# HELP...Are all the old fashion churches gone



## Lisa (Feb 15, 2005)

OK here is my problem I grew up in a very conservative Baptist church. The pastor always said clapping belongs at the ball park and AMEN belongs in the church. Now that I've moved away from home I keep drifting from church to church trying to find one that I'm comforatable in.

Other Problems: I don't like being told to clap, I don't like being told to wave my hands, and I don't like being told to dance, rock or move. Basically *I don't like praise teams.* I always have the feeling they are telling us to do these things to make themselves feel better more than to praise the Lord.

More problems: I feel disobedient if I don't do what they ask and I feel like I'm faking it if I do. I feel that when the spirt moves me I will not be able to stay in my seat or keep my hands down and I don't like feeling forced to do things.

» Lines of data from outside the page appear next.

def _csv_rows(path: Path, limits: Limits) -> list[list[str]]:
    """The records of a CSV list, within the same limits as a coder's sheet."""
    check_text(path, limits)
    try:
        text = path.read_text(encoding="utf-8-sig")
    except (OSError, UnicodeDecodeError) as exc:
        raise InputRefused(f"cannot read {path.name!r} as UTF-8 CSV") from exc
    # A list edited in a spreadsheet program may come back with semicolons (or tabs).
    first_line = text.split("\n", 1)[0]
    delimiter = ";" if ";" in first_line and "," not in first_line else ","
    if "\t" in first_line and "," not in first_line and ";" not in first_line:
        delimiter = "\t"
    reader = csv.reader(io.StringIO(text, newline=""), delimiter=delimiter)
    rows: list[list[str]] = []
    old = csv.field_size_limit(limits.max_field_chars)
    try:
        for row in reader:
            if len(rows) > limits.max_rows:
                raise InputRefused(
                    f"{path.name!r} has more than {limits.max_rows} rows; " + raise_hint("max_rows")
                )
            if len(row) > limits.max_columns:
                raise InputRefused(
                    f"{path.name!r} has a row of {len(row)} cells (line {reader.line_num}), "
                    f"over the limit of {limits.max_columns}; " + raise_hint("max_columns")
                )
            rows.append(row)
    except csv.Error:
        raise InputRefused(
            f"{path.name!r}: a cell near line {reader.line_num + 1} is longer than "
            f"{limits.max_field_chars} characters (or a quote is never closed); "
            + raise_hint("max_field_chars")
        ) from None
    finally:
        csv.field_size_limit(old)
    return rows


def _read_tables(
    path: Path, limits: Limits = DEFAULT_LIMITS
) -> dict[str, tuple[list[str], list[list[Any]], list[int]]]:
    """Sheets of an adjudication file: name -> (header, rows, spreadsheet row numbers).

    The file passes the same pre-flight as a coder's sheet (coderel.io.archive: size, zip bomb,
    sheets, rows, columns, cells, field length; docs/limits.md).
    """
    if path.suffix.lower() == ".csv":
        reader = _csv_rows(path, limits)
        if not reader:
            return {MAIN_SHEET: ([], [], [])}
        header, body = [_header(h) for h in reader[0]], reader[1:]
        lists: dict[str, tuple[list[str], list[list[Any]], list[int]]] = {}
        list_col = header.index("list") if "list" in header else None
        for n, row in enumerate(body, start=2):
            name = row[list_col] if list_col is not None and list_col < len(row) else MAIN_SHEET
            name = name if name in (MAIN_SHEET, RETIRED_SHEET) else MAIN_SHEET
            entry = lists.setdefault(name, (header, [], []))
            entry[1].append(row)
            entry[2].append(n)
        lists.setdefault(MAIN_SHEET, (header, [], []))
        return lists
    if path.suffix.lower() != ".xlsx":
        raise InputRefused(f"{path.name!r}: an adjudication file is .xlsx or .csv")
    from coderel.io.xlsx_values import read_sheet_values

    names = (MAIN_SHEET, RETIRED_SHEET, ABOUT_SHEET)
    grids = read_sheet_values(path, names, limits)  # pre-flight included
    if grids is None:  # cells the fast reader leaves to openpyxl's streaming one
        out = _stream_tables(path, names, limits)
    else:
        out = {name: _sheet_table(path, name, rows, limits) for name, rows in grids.items()}
    if MAIN_SHEET not in out:
        raise InputRefused(
            f"{path.name!r} has no sheet {MAIN_SHEET!r}: not an adjudication list (if it is one, "
            f"name its main sheet {MAIN_SHEET!r} again; nothing was written)"
        )
    return out


def _stream_tables(
    path: Path, names: Iterable[str], limits: Limits
) -> dict[str, tuple[list[str], list[list[Any]], list[int]]]:
    """The named sheets as openpyxl streams them in read-only mode, each within the limits."""
    from openpyxl import load_workbook

    try:
        wb = load_workbook(path, read_only=True, data_only=True)
    except Exception as exc:
        raise InputRefused(f"cannot open {path.name!r} as a workbook") from exc
    out = {}
    try:
        for name in names:
            if name not in wb.sheetnames:
                continue
            ws = wb[name]
            ws.reset_dimensions()  # rows as stored, not padded to a declared A1:XFD1048576
            out[name] = _sheet_table(path, name, ws.iter_rows(values_only=True), limits)
    except InputRefused:
        raise
    except Exception as exc:  # openpyxl raises many types on damaged parts
        raise InputRefused(f"cannot read {path.name!r} as a workbook") from exc
    finally:
        wb.close()
    return out


def _sheet_table(
    path: Path, name: str, grid: Iterable[Sequence[Any]], limits: Limits
) -> tuple[list[str], list[list[Any]], list[int]]:
    """A sheet's header, its non-empty rows and their spreadsheet row numbers, within limits."""
    it = iter(grid)
    header = [_header(h) for h in next(it, ())]
    rows, numbers = [], []
    cells = 0
    for n, values in enumerate(it, start=2):
        if values is None or all(v is None for v in values):
            continue
        cells += len(values)
        if n > limits.max_rows or len(values) > limits.max_columns:
            raise InputRefused(
                f"{path.name!r}!{name} goes past row {limits.max_rows} or column "
                f"{limits.max_columns}; " + raise_hint("max_rows")
            )
        if cells > limits.max_cells:
            raise InputRefused(
                f"{path.name!r}!{name} holds more than {limits.max_cells} cells; "
                + raise_hint("max_cells")
            )
        rows.append(list(values))
        numbers.append(n)
    return header, rows, numbers


@dataclass(frozen=True)
class ListColumns:
    """The columns of one sheet of a list, told apart by the list's own header convention.

    coderel writes ``unit``, ``variable``, ``kind``, then one column per coder, then the text
    columns, then ``decision``, ``note``, ``adjudicator``, ``check``, ``key`` (and ``reason``,
    ``list`` in the csv form; see :func:`coderel.adjudicate.model.main_columns`). So the coders'
    columns are the columns between ``kind`` and ``decision`` that are not text columns; a coder
    named like a fixed column is written ``NAME (coder)``. Every other column is one an
    adjudicator added: it is kept, never taken for a coder.
    """

    #: (position, coder name) of the coders' columns
    coders: tuple[tuple[int, str], ...]
    #: (position, header) of the columns an adjudicator added (kept when the list is rewritten)
    extra: tuple[tuple[int, str], ...]
    #: (position, header, position of the first column of that header) of repeated headers
    duplicates: tuple[tuple[int, str, int], ...]


def _shown(var: Variable, text: str) -> bool:
    """Does ``text`` read as a coder's value of ``var`` as the list shows it
    (:func:`coderel.adjudicate.tokens.display_token`)?"""
    if text in (BLANK_SHOWN, NONE_SHOWN, NOT_APPLICABLE):
        return True
    if var.is_numeric:
        try:
            float(text)
        except ValueError:
            return any(text in (str(m), var.display(m)) for m in var.missing_codes)
        return True
    return parse_decision(var, text)[0] is not None


def _reads_as_coder(
    position: int, header: list[str], body: list[list[Any]], codebook: Codebook
) -> bool:
    """Every filled cell of the column reads as a coder's value of its row's variable, and one
    at least is filled."""
    iv = header.index("variable") if "variable" in header else None
    filled = False
    for row in body:
        text = _clean(row[position]) if position < len(row) else None
        if text is None:
            continue
        variable = _clean(row[iv]) if iv is not None and iv < len(row) else None
        if variable is None or variable not in codebook:
            continue
        if not _shown(codebook.variable(variable), text):
            return False
        filled = True
    return filled


def list_columns(
    header: list[str],
    body: list[list[Any]],
    codebook: Codebook,
    known_text: Collection[str],
    coders: Collection[str] = (),
    *,
    complete: bool = False,
) -> ListColumns:
    """Tell a sheet's coder columns from the columns an adjudicator added (see
    :class:`ListColumns`).

    A column between ``kind`` and ``decision`` that is not a text column is a coder's when its
    header ends in `` (coder)``, when ``coders`` names it (the list's ``about`` sheet, the coders
    of the data now), or else, unless ``complete`` (the ``about`` sheet names every coder the list
    was written for), when every filled cell reads as a coder's value of its row's variable (a
    departed coder's column of a csv list). Any other column is an added one; a
    column without a header is added when it holds something, under the name ``column F``.
    """
    seen: dict[str, int] = {}
    duplicates = []
    for i, h in enumerate(header):
        if not h:
            continue
        if h in seen:
            duplicates.append((i, h, seen[h]))
        else:
            seen[h] = i
    first = {h: i for h, i in seen.items() if h in FIXED_COLUMNS}
    start = first.get("kind", max(first.get("unit", -1), first.get("variable", -1)))
    after = [i for h, i in first.items() if h not in ("unit", "variable", "kind") and i > start]
    end = first.get("decision", min(after, default=len(header)))
    out_coders, extra = [], []
    for i, h in enumerate(header):
        if h in FIXED_COLUMNS and seen.get(h) == i:
            continue
        if not h:
            if any(i < len(r) and _clean(r[i]) for r in body):
                extra.append((i, f"column {column_letter(i + 1)}"))
            continue
        if seen[h] != i or h in known_text:
            continue
        name = h[: -len(CODER_SUFFIX)] if h.endswith(CODER_SUFFIX) else h
        if start < i < end and (
            h.endswith(CODER_SUFFIX)
            or name in coders
            or (not complete and _reads_as_coder(i, header, body, codebook))
        ):
            out_coders.append((i, name))
        else:
            extra.append((i, h))
    return ListColumns(tuple(out_coders), tuple(extra), tuple(duplicates))


def _about_coders(tables: Mapping[str, Any]) -> set[str] | None:
    """The coders named on a list's ``about`` sheet (None for a list without one, as a CSV)."""
    if ABOUT_SHEET not in tables:
        return None
    names = {
        _header(row[1]) for row in tables[ABOUT_SHEET][1] if len(row) >= 2 and row[0] == "coder"
    }
    return names or None


def _sheet_name(path: Path, name: str) -> str | None:
    return name if path.suffix.lower() == ".xlsx" else None


def column_problems(path: Path, sheet: str, columns: ListColumns) -> Problems:
    """``duplicate-list-column`` errors: two columns of one header (which holds the decision,
    which the note?), each named by its header cell."""
    problems = Problems()
    for i, h, j in columns.duplicates:
        problems.add(
            "duplicate-list-column",
            f"columns {column_letter(j + 1)} and {column_letter(i + 1)} are both headed {h!r}; "
            "which one to read is not clear, so neither is guessed",
            hint="rename or delete one of the two columns (move what it holds into the other) "
            "and run again",
            file=path.name,
            sheet=_sheet_name(path, sheet),
            cell=f"{column_letter(i + 1)}1",
        )
    return problems


def kept_column_problems(path: Path, sheet: str, extra: Iterable[tuple[int, str]]) -> Problems:
    """One ``kept-column`` warning for each column an adjudicator added."""
    problems = Problems()
    for i, h in extra:
        problems.add(
            "kept-column",
            f"column {h!r} is not one coderel writes (not a coder, text or list column); it is "
            "kept with everything it holds, as one of the last columns of the list",
            hint="nothing to do; to have it read as a note, move what it holds to 'note'",
            file=path.name,
            sheet=_sheet_name(path, sheet),
            cell=f"{column_letter(i + 1)}1",
        )
    return problems


def _known_text(tables: Mapping[str, Any], codebook: Codebook) -> set[str]:
    """Text columns of a list: the codebook's, and those named on its ``about`` sheet."""
    known = set(codebook.text_columns)
    if ABOUT_SHEET in tables:
        for row in tables[ABOUT_SHEET][1]:
            if len(row) >= 2 and row[0] == "text column" and row[1]:
                known.add(_header(row[1]))
    return known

I think I'm really an abnormal person because I always here people taking about you do it in the clubs, you do it at parties, you do it at concerts. I'm 35 and if you use your fingers to count up all of the concerts, clubs, and parties (including high school parties i.e homecoming, prom) I've ever been to I will still have fingers left and you better believe me if the music didn't move me I didn't move. *Should I feel differently about this because I'm in church?*

Does anyone else feel like churches have move too far into the mainstream trying to attract young people? I go to *a *church almost every Sunday and I can't remember the last time I've heard a good old fashion spirtural song. I'm longing for the days when deacons did the devotion and they would sing songs like Amazing Grace and get on their knees and pray between songs. Are these chrurches in existance now? *Am I alone looking for a church like this?*


*So are all of these problems mine and I just need to get over them and do what is asked or do I keep drifting and not joining a church (being disobedient again) trying to find where I fit in.*

Any opinions?  Thoughts?  Comments?


----------



## BlkHoneyLuv2U (Feb 15, 2005)

Me personally, I dont think anything is wrong with you. I dont feel you should be told how to act or how to praise the Lord. You should do what the Spirit leads you to do. Whatever it is, do it from your heart I think God would honour that more than doing it because the masses say do it. Juanita Bynum made a statement in one of her sermons a few years back about the churches changing and using the excuse that they are trying to draw the young people. She said maybe they were trying to draw someone God hadn't called. That made sense to me, although I know its not in God will for any to be lost, Juanita went on to say that God has not changed to try to reach anybody, for He is the same yesterdaay, today and forever. So the same Gospel it took to bring people to Christ in years gone by will bring them in today. It does seem that at times you cant tell the difference between the church and the world even when God directs us to be separate from the world. To come out from among them. I dunno....


----------



## BlkHoneyLuv2U (Feb 15, 2005)

One more thing. If ever you're down alabama way, come to my church. We still do things the old fashioned way. We have a praise and worship leader, but we sing from they hymn book, we have all the things you mentioned in your last paragraph. Come see us.


----------



## AnnDriena_ (Feb 15, 2005)

I know what you mean. As much as I love my pastor. He contradicted himself and I plane to write him about it. He was talking about how it is wrong for some pastors to command others to praise. Praise isn't taken from it is given by you but yet he sometimes says Give the Lord a clap offering of praise. I don't think he is commanding but it does make him look contradictory when he himself said he doesn't see why someone should feel compelled by directions given to them by a pastor to praise, it should be natural. Of course within the context of the service. You dont' want the offering basket to be going around and somebody jump up and just get to praisin'. Change flying er'where.


----------



## slwe415 (Feb 15, 2005)

John 4:23-24  But the hour cometh, and now is, when the true worshippers shall worship the Father in spirit and in truth: for the Father seeketh such to worship him. 
God is a Spirit: and they that worship him must worship him in spirit and in truth. 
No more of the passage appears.